メモ: RMSE比の閾値を1以外に設定するには、「決定的スクリーニングのあてはめ」の赤い三角ボタンのメニューから[ステージ2の比を設定]を選択します。

ステージ2:

誤差の自由度が1の場合、p値に対する閾値は0.20です。

誤差の自由度が2の場合、p値に対する閾値は0.10です。

誤差の自由度が3以上の場合、p値に対する閾値は0.05です。

ユーザが指定した場合には、その指定したp値が閾値になります。

1. まず、ステージ1の誤差推定値をもとに、Y2ndの変動を検定し、2次効果に起因する変動があるかどうかを調べます。

この検証のp値が閾値より大きい場合には、応答に影響している2次効果(有効な2次効果)はないものとして、この時点で処理を終了します。

2. この検証のp値が閾値以下である場合は、サイズkk = 1,2,3,...)のモデルを、k = 1から順にあてはめていきます。

3. kについて、サイズkの組み合わせにおいて、RMSEが最小となる組み合わせを取り出します。
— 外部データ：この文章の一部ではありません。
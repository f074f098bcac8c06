import { readFileSync } from 'node:fs';
import { describe, expect, it } from 'vitest';
import { type ComplexImage, energy } from '../../src/core/complex-image.ts';
import { SeededRandom } from '../../src/core/random.ts';
import { circularShift, randomShift } from '../../src/wavelets/cycle-spin.ts';
import { daubechiesFilters, WAVELET_NAMES } from '../../src/wavelets/daubechies-filters.ts';
import { checkDwtShape, dwt2, idwt2, maxDwtLevels } from '../../src/wavelets/dwt2.ts';
import { detailL1, softThresholdComplex, softThresholdDetails } from '../../src/wavelets/soft-threshold.ts';
import { maxAbsDifference } from '../error-measures.ts';
import { randomComplexImage } from '../recon/helpers.ts';

interface Part {
  input: number[];
  coefficients: number[];
}
interface WaveletCase {
  wavelet: string;
  mode: string;
  nx: number;
  ny: number;
  level: number;
  inputScale: number;
  real: Part;
  imag: Part;
}
interface Fixture {
  versions: Record<string, string>;
  filters: Record<string, { decLo: number[]; decHi: number[]; recLo: number[]; recHi: number[] }>;
  cases: WaveletCase[];
}
// Fixture: Debian python3-pywt (PyWavelets 1.1), made by tests/reference/generate_wavelet_fixture.py.
const fixture = JSON.parse(
  readFileSync(new URL('../reference/fixtures/wavelet-pywt.json', import.meta.url), 'utf8'),
) as Fixture;

function caseImage(c: WaveletCase): ComplexImage {
  const n = c.nx * c.ny;
  const data = new Float64Array(2 * n);
  for (let i = 0; i < n; i++) {
    data[2 * i] = c.real.input[i] * c.inputScale;
    data[2 * i + 1] = c.imag.input[i] * c.inputScale;
  }
  return { nx: c.nx, ny: c.ny, data };
}

describe('Daubechies filters computed by spectral factorisation (Daubechies 1992 §6.1)', () => {
  // Measured: largest difference from PyWavelets' tables 4.7e-16 (db6); asserted 1e-14.
  for (const name of WAVELET_NAMES) {
    it(`${name}: dec_lo, dec_hi, rec_lo, rec_hi equal pywt.Wavelet('${name}') to 1e-14`, () => {
      const ours = daubechiesFilters(name);
      const ref = fixture.filters[name];
      expect(ours.length).toBe(ref.decLo.length);
      for (const key of ['decLo', 'decHi', 'recLo', 'recHi'] as const) {
        expect(maxAbsDifference(ours[key], ref[key])).toBeLessThan(1e-14);
      }
    });
  }

  it('db2 has the closed form h = ((1+√3), (3+√3), (3−√3), (1−√3)) / (4√2) (Daubechies 1988)', () => {
    const s = Math.sqrt(3);
    const expected = [1 + s, 3 + s, 3 - s, 1 - s].map((v) => v / (4 * Math.SQRT2));
    expect(maxAbsDifference(daubechiesFilters('db2').recLo, expected)).toBeLessThan(1e-15);
  });

  it('every dbN satisfies Σh = √2, Σ h_k h_{k+2m} = δ_m and N vanishing moments of g (Daubechies 1992, §6.1)', () => {
    for (let order = 1; order <= 8; order++) {
      const { recLo: h, recHi: g } = daubechiesFilters(`db${order}`);
      expect(Math.abs(h.reduce((a, b) => a + b, 0) - Math.SQRT2)).toBeLessThan(1e-14);
      for (let m = 0; 2 * m < h.length; m++) {
        let s = 0;
        for (let k = 0; k + 2 * m < h.length; k++) s += h[k] * h[k + 2 * m];
        expect(Math.abs(s - (m === 0 ? 1 : 0))).toBeLessThan(1e-14);
      }
      for (let p = 0; p < order; p++) {
        let moment = 0;
        let scale = 0;
        for (let k = 0; k < g.length; k++) {
          moment += g[k] * k ** p;
          scale += Math.abs(g[k]) * k ** p;
        }
        expect(Math.abs(moment)).toBeLessThan(1e-12 * scale);
      }
    }
  });

  it('refuses an unknown wavelet name', () => {
    expect(() => daubechiesFilters('db9')).toThrow(RangeError);
    expect(() => daubechiesFilters('haar')).toThrow(/db1/);
  });
});

describe("2D DWT against pywt.wavedec2(..., mode='periodization')", () => {
  // Measured: coefficients within 4.5e-15 and reconstructions within 5.4e-15 of the fixture
  // (values of order 1–10); asserted 1e-12.
  for (const c of fixture.cases) {
    it(`${c.wavelet}, mode ${c.mode}, ${c.ny}×${c.nx}, ${c.level} levels: coefficients and perfect reconstruction to 1e-12`, () => {
      const image = caseImage(c);
      const w = dwt2(image, c.wavelet, c.level);
      const n = c.nx * c.ny;
      const re = new Float64Array(n);
      const im = new Float64Array(n);
      for (let i = 0; i < n; i++) {
        re[i] = w.data[2 * i];
        im[i] = w.data[2 * i + 1];
      }
      expect(maxAbsDifference(re, c.real.coefficients)).toBeLessThan(1e-12);
      expect(maxAbsDifference(im, c.imag.coefficients)).toBeLessThan(1e-12);
      const back = idwt2(w, c.wavelet, c.level);
      expect(maxAbsDifference(back.data, image.data)).toBeLessThan(1e-12);
    });
  }
});

describe('the periodised DWT is unitary (orthogonal filters, square transform)', () => {
  it('‖Wx‖ = ‖x‖ to 1e-12 relative, and ⟨Wx, c⟩ = ⟨x, W⁻¹c⟩ (adjoint = inverse), db1–db8', () => {
    // Measured: relative norm differences up to 1.6e-15; asserted 1e-12.
    for (const name of WAVELET_NAMES) {
      const x = randomComplexImage(64, 32, 3);
      const c = randomComplexImage(64, 32, 4);
      const wx = dwt2(x, name, 3);
      expect(Math.abs(Math.sqrt(energy(wx)) / Math.sqrt(energy(x)) - 1)).toBeLessThan(1e-12);
      const wInvC = idwt2(c, name, 3);
      let lhs = 0;
      let rhs = 0;
      for (let i = 0; i < x.data.length; i++) {
        lhs += wx.data[i] * c.data[i];
        rhs += x.data[i] * wInvC.data[i];
      }
      expect(Math.abs(lhs - rhs)).toBeLessThan(1e-12 * Math.sqrt(energy(x) * energy(c)));
    }
  });

  it('works in place (target = source) and leaves the input alone otherwise', () => {
    const x = randomComplexImage(32, 16, 5);
    const copy = x.data.slice();
    const out = dwt2(x, 'db4', 2);
    expect(x.data).toEqual(copy);
    dwt2(x, 'db4', 2, x);
    expect(maxAbsDifference(x.data, out.data)).toBe(0);
    idwt2(x, 'db4', 2, x);
    expect(maxAbsDifference(x.data, copy)).toBeLessThan(1e-13);
  });
});

describe('sizes: nx and ny must be divisible by 2^levels', () => {
  it('throws a RangeError naming the size otherwise, and for levels < 1 or fractional', () => {
    const x = randomComplexImage(24, 16, 1);
    expect(() => dwt2(x, 'db2', 4)).toThrow(/divisible by 16, got 16×24/);
    expect(() => checkDwtShape(30, 32, 2)).toThrow(RangeError);
    expect(() => checkDwtShape(32, 32, 0)).toThrow(RangeError);
    expect(() => checkDwtShape(32, 32, 1.5)).toThrow(RangeError);
    expect(() => dwt2(x, 'db2', 3)).not.toThrow();
  });

  it('maxDwtLevels gives the deepest allowed transform', () => {
    expect(maxDwtLevels(24, 16)).toBe(3);
    expect(maxDwtLevels(256, 256)).toBe(8);
    expect(maxDwtLevels(256, 96)).toBe(5);
    expect(maxDwtLevels(31, 32)).toBe(0);
  });
});

describe('soft-thresholding and cycle spinning', () => {
  it('complex soft-threshold shrinks moduli by t and keeps phases (Donoho 1995)', () => {
    const data = Float64Array.from([3, 4, 0.3, -0.4, -6, 0]);
    const l1 = softThresholdComplex(data, 1);
    expect(maxAbsDifference(data, [2.4, 3.2, 0, 0, -5, 0])).toBeLessThan(1e-15);
    expect(l1).toBeCloseTo(4 + 5, 14);
  });

  it('softThresholdDetails leaves the approximation block and shrinks every detail band', () => {
    const nx = 16;
    const ny = 8;
    const levels = 2;
    const data = new Float64Array(2 * nx * ny).fill(2);
    const l1 = softThresholdDetails(data, nx, ny, levels, 0.5);
    for (let row = 0; row < ny; row++) {
      for (let col = 0; col < nx; col++) {
        const inApprox = row < 2 && col < 4;
        expect(data[2 * (row * nx + col)]).toBeCloseTo(inApprox ? 2 : 2 - 0.5 / Math.SQRT2, 14);
      }
    }
    const details = nx * ny - 8;
    expect(l1).toBeCloseTo(details * (Math.hypot(2, 2) - 0.5), 10);
    expect(detailL1(data, nx, ny, levels)).toBeCloseTo(l1, 10);
  });

  it('a shift by 2^L moves each band circularly, leaving the detail ℓ1 unchanged; a shift by 1 changes it', () => {
    const nx = 32;
    const ny = 32;
    const levels = 3;
    const x = randomComplexImage(nx, ny, 8);
    const shifted = { nx, ny, data: new Float64Array(2 * nx * ny) };
    const norm = (img: ComplexImage) => detailL1(dwt2(img, 'db4', levels).data, nx, ny, levels);
    circularShift(shifted.data, x.data, nx, ny, 8, -16);
    expect(Math.abs(norm(shifted) - norm(x))).toBeLessThan(1e-12 * norm(x));
    circularShift(shifted.data, x.data, nx, ny, 1, 0);
    expect(Math.abs(norm(shifted) - norm(x))).toBeGreaterThan(1e-3 * norm(x));
  });

  it('circularShift moves pixel (i, j) to (i + dy, j + dx) mod size and the opposite shift undoes it', () => {
    const nx = 5;
    const ny = 4;
    const x = randomComplexImage(nx, ny, 2);
    const y = new Float64Array(2 * nx * ny);
    circularShift(y, x.data, nx, ny, 3, 2);
    expect(y[2 * (((1 + 3) % ny) * nx + ((4 + 2) % nx)) + 1]).toBe(x.data[2 * (1 * nx + 4) + 1]);
    const back = new Float64Array(2 * nx * ny);
    circularShift(back, y, nx, ny, -3, -2);
    expect(back).toEqual(x.data);
    expect(() => circularShift(y, y, nx, ny, 1, 1)).toThrow(RangeError);
  });

  it('random shifts are seeded and lie in [0, 2^L)', () => {
    const a = new SeededRandom(7);
    const b = new SeededRandom(7);
    const seen = new Set<number>();
    for (let i = 0; i < 200; i++) {
      const s = randomShift(a, 3);
      expect(randomShift(b, 3)).toEqual(s);
      expect(s.dy >= 0 && s.dy < 8 && s.dx >= 0 && s.dx < 8).toBe(true);
      seen.add(s.dy * 8 + s.dx);
    }
    expect(seen.size).toBeGreaterThan(50);
  });
});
そして、そのRMSEを、ステージ1のRMSEと比べます。

4. サイズkの組み合わせにおいて、ステージ1のRMSEに対するステージ2のRMSEの比が、比に対して指定した閾値より小さくなっている場合は、次の処理を行います。

5. 処理を終了したkよりも1つ前の組み合わせが、有効な2次効果と見なされます。

ケース2: 有効な主効果が8個以上

ステージ1で8個以上の主効果が有効だと判断された場合、ステージ2では、変数増加法を使って2次項が選択されます。